**Exercise instructions:**
Show, in full, each line of the data that contains "falling".
*** Block opens ***
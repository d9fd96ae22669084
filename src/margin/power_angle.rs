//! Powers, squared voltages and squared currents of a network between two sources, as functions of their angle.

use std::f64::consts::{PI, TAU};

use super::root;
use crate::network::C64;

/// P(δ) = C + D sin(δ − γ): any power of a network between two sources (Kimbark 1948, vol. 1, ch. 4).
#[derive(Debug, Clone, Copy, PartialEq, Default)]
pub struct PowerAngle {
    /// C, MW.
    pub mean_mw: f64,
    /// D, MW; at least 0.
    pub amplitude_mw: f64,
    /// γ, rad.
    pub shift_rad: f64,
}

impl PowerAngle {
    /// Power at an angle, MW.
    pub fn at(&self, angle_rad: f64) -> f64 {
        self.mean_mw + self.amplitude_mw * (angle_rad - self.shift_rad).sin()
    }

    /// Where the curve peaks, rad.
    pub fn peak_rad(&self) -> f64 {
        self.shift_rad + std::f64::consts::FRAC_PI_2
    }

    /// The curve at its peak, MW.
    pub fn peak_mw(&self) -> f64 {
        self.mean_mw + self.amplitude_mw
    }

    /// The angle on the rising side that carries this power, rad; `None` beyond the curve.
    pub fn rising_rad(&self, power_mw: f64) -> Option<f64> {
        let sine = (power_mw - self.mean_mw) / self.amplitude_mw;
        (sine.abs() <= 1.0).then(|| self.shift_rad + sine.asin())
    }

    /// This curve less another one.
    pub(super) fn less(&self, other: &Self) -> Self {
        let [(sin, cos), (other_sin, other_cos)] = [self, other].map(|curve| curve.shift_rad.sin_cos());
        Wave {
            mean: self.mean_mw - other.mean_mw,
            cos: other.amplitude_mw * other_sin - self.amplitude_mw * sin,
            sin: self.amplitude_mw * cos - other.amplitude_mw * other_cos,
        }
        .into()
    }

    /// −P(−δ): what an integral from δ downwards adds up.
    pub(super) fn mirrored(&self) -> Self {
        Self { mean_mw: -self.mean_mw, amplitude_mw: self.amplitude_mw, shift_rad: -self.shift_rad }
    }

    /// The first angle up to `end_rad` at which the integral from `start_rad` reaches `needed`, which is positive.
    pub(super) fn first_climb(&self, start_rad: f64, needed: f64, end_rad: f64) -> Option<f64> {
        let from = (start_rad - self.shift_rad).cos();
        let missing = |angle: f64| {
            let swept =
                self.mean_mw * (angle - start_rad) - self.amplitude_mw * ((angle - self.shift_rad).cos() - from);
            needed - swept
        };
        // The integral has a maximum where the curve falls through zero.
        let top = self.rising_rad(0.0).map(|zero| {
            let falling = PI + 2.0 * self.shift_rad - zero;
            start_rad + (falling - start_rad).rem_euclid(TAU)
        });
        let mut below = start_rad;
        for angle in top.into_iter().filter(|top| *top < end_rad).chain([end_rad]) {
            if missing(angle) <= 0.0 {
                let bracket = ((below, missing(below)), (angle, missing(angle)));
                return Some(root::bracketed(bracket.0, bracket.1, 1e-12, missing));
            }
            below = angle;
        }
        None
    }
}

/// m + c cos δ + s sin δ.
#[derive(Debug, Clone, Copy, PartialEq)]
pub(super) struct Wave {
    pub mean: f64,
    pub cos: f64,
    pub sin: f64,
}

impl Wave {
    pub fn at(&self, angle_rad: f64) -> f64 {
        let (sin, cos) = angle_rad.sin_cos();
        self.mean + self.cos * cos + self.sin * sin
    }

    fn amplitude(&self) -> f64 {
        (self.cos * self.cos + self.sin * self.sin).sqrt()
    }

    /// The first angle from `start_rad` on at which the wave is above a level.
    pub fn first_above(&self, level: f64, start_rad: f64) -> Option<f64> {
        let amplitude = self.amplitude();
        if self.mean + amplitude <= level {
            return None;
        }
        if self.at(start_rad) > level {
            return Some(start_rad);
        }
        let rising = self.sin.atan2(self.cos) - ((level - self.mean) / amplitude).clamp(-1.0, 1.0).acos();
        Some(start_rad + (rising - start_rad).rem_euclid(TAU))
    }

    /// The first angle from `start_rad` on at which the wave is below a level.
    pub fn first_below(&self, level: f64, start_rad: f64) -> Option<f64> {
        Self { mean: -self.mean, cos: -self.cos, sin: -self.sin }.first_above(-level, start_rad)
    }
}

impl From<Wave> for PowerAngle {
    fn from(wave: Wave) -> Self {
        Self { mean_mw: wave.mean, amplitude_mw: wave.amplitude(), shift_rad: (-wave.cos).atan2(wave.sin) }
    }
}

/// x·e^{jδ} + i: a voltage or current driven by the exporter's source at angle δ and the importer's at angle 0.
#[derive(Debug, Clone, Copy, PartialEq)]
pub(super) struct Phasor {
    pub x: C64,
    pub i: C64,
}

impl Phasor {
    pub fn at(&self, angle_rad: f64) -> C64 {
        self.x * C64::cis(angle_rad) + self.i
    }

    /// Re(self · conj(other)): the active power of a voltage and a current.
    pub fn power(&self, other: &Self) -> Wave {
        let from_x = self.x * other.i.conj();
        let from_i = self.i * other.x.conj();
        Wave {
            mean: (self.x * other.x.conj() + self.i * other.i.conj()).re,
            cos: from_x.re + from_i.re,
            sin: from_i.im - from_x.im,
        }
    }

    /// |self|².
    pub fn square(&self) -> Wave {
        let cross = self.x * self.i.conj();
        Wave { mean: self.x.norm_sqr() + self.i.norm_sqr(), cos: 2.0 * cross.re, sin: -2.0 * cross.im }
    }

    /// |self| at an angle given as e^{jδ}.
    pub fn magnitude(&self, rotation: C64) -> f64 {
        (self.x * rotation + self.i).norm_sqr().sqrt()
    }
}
*** Block closes ***
**Task result:**
            let falling = PI + 2.0 * self.shift_rad - zero;
            start_rad + (falling - start_rad).rem_euclid(TAU)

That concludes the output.